The 2020 Chardonnays are richer and flamboyant compared to the 2019s, with slightly more weight and texture. Decadently spicy with an alluring oiliness, these wines will satisfy your mood for hedonic whites.
The next Peter Michael offer is due in July 2022.
Javier Aviña, who has been the vineyard manager at Peter Michael for 30 years.
La Carriere - Chardonnay
La Carriere is situated at around 1200-1700 feet with a rocky, shallow, volcanic soil that gives low fertility and among the lowest yields of all the Peter Michael vineyards. Planted in 1994, the vineyard is composed of See, Dijon, and Hyde (Old Wente) clone selections.
Mon Plaisir - Chardonnay
At an elevation of 1700-1800 feet on a fully sun-exposed, southeast-facing slope of the Knights Valley, Mon Plaisir is sourced from 20+-year-old Old Wente clone selection vines.
Belle Côte - Chardonnay
On an eastern-facing slope in the Knights Valley, Belle Côte is at 1700-1800 feet and features white, dusty soil. This vineyard is the latest of the Peter Michael Chardonnay vineyards to ripen each year. The site is planted mainly to Old Wente and See clone selections with a little Rued clone. Planted in 1990, these are the oldest Chardonnay vines on the estate.
Ma Belle Fille - Chardonnay
Located in Knights Valley, Ma Belle Fille is the highest of the Peter Michael vineyards, perched at 1700-1900 feet. The rocky, volcanic soils are planted to a field selection of Hudson, Old Wente, Montrachet, and Calera clones. Planted in 1999, it is the earliest ripening of the Peter Michael vineyards.
Cuvee Indigene - Chardonnay
Cuvee Indigene is a top-barrel selection of the Belle Côte vineyard, usually with some fruit from Ma Belle Fille and Mon Plaisir. Winemaking consultant Luc Morlet mentioned that this label is intended to capture the richer side of Chardonnay in each vintage, emphasized by the majority use of Old Wente clone. No Cuvee Indigene was made in 2020.
Point Rouge - Chardonnay
Point Rouge is composed of the best barrels of Chardonnay from the entire estate. No Point Rouge was made in 2020.

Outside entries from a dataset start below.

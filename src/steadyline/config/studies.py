"""What a measurement study's metric may hold, and how process metrics name their study.

A study has no time axis, direction of better or control chart: its own keys are checked
apart from a process metric's, and the links between metrics only once the whole project is
read.
"""

from __future__ import annotations

import difflib

from .keys import STUDY
from .model import MetricSpec
from .reading import Checker, Reader

# Keys a measurement study has no use for: it has no time axis, no direction of better, no
# control chart and no periods of its own (the project's [comparison] does not apply to it).
_NOT_FOR_STUDY = (
    "time",
    "subgroup",
    "subgroup_size",
    "count",
    "size",
    "category",
    "better",
    "target",
    "chart",
    "signal_rules",
    "run_rules",
    "limits",
    "quartiles",
    "bins",
    "normal_curve",
    "baseline",
    "after",
    "rollup",
    "measurement_study",
    "opportunities_per_unit",
    "expected_change",
)


def check_study_shape(ck: Checker, m: MetricSpec, prefix: str, r: Reader, need) -> None:
    """A measurement study names its value, part and appraiser columns; every key of a process
    metric is refused by name, so that nothing in its table is silently ignored."""
    need("value", "the column with each measurement")
    need("part", "the column naming the part measured")
    need("appraiser", "the column naming who measured it")
    for key in _NOT_FOR_STUDY:
        if key in r.data:
            why = (
                "a study's measurements of one part and appraiser are its trials, in the "
                "file's order"
                if key == "time"
                else "a study is named by the process metric it checks, not the other way round"
                if key == "measurement_study"
                else "it has no time axis, control chart or direction of better"
            )
            ck.add(
                f"{prefix}{key}",
                f"'{key}' does not apply to a measurement study ({why}); remove it",
                r._line(key),
            )
    if m.spec_lower is not None and m.spec_upper is not None and m.spec_lower >= m.spec_upper:
        ck.add(
            f"{prefix}spec_lower",
            f"spec_lower ({m.spec_lower:g}) must be below spec_upper ({m.spec_upper:g})",
            r._line("spec_lower"),
        )


def check_study_links(ck: Checker, indexed: list[tuple[int, MetricSpec]]) -> None:
    """What only the whole project can tell of its measurement studies: a metric's
    ``measurement_study`` names a study of the same project; a study is never the headline
    (the index judges a process by it); a project holds at least one metric besides its
    studies."""
    by_id = {m.id: m for _, m in indexed}
    for i, m in indexed:
        sid = m.measurement_study
        if sid is None:
            continue
        line = ck.loc.line_of("measurement_study", "metric", i)
        target = by_id.get(sid)
        if target is None:
            studies = [x.id for _, x in indexed if x.type == STUDY]
            near = difflib.get_close_matches(sid, studies, n=1, cutoff=0.6)
            hint = (
                f"; did you mean '{near[0]}'?"
                if near
                else f"; its studies are: {', '.join(studies)}"
                if studies
                else f'; it has no metric of type "{STUDY}"'
            )
            ck.add(
                f"metric[{i + 1}].measurement_study",
                f"no metric of this project has the id {sid!r}{hint}",
                line,
            )
        elif target.type != STUDY:
            ck.add(
                f"metric[{i + 1}].measurement_study",
                f'{sid!r} is a {target.type} metric, not a measurement study (type = "{STUDY}")',
                line,
            )
    for i, m in indexed:
        if m.type == STUDY and m.headline:
            ck.add(
                f"metric[{i + 1}].headline",
                "a measurement study cannot be the headline "
                "metric: the index judges a project by a process metric; mark one of those",
                ck.loc.line_of("headline", "metric", i),
            )
    if indexed and all(m.type == STUDY for _, m in indexed):
        ck.add(
            "metric",
            "every metric is a measurement study; a project needs at least one "
            "process metric for its measurements to qualify and its status to judge",
            ck.loc.line_of(None, "metric", 0),
        )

Seaview Estate – Pinot Noir
Located in the Fort Ross-Seaview AVA on the Sonoma County coastline, Peter Michael’s Seaview Estate is perched at 1000-1500 feet on the first ridgeline from the coast. Planted in 2006, the soils are a real mix of volcanic, clay, and rocky/alluvial sediments. The Seaview Estate is the source of the Le Caprice, Ma Danseuse, and Clos de Ciel labels, which come from specific blocks. Clos de Ciel is furthest to the south and warmer and sunnier. Ma Danseuse comes from the coolest, most northern section, possessing more maritime influence. Le Caprice is located on the steepest slope with less maritime exposure.
Les Pavots – Bordeaux Varieties
Among the original Knights Valley plantings dating back to 1989, Les Parvots is planted to Cabernet Sauvignon, Merlot, Cabernet Franc, Petit Verdot, Sauvignon Blanc, and Sémillon. Located at 900-1400 feet, this is a warmer site with southern exposure. It is generally composed of rocky volcanic origin Rhyolite-based soils. Labels coming from here include the Les Pavots and L’Esprit des Pavots red wines as well as L’Apres Midi, which is a blend of Sauvignon Blanc (1/3 is Musque clone) and a little Sémillon.
Pisoni Vineyard – Pinot Noir
Peter Michael sources fruit from a 4.5-acre section of Pisoni Vineyard in Santa Lucia Highlands (Monterey County), making their Le Moulin Rouge label. This section is located at 1300 feet, mainly composed of decomposed granite. It was planted in 1991 to Vosne Romanée clone. The specific vineyard blocks dedicated to Peter Michael wines are farmed to their specifications.
Au Paradis – Bordeaux Red Varieties
Au Paradis vineyard is composed of the red, rocky, volcanic soils common to parts of Pritchard Hill, which makes sense since it is in Oakville foothills, below Continuum and above Dalla Valle. Planted in 1984 and 2007, the varieties here are Cabernet Sauvignon, Merlot, and Cabernet Franc.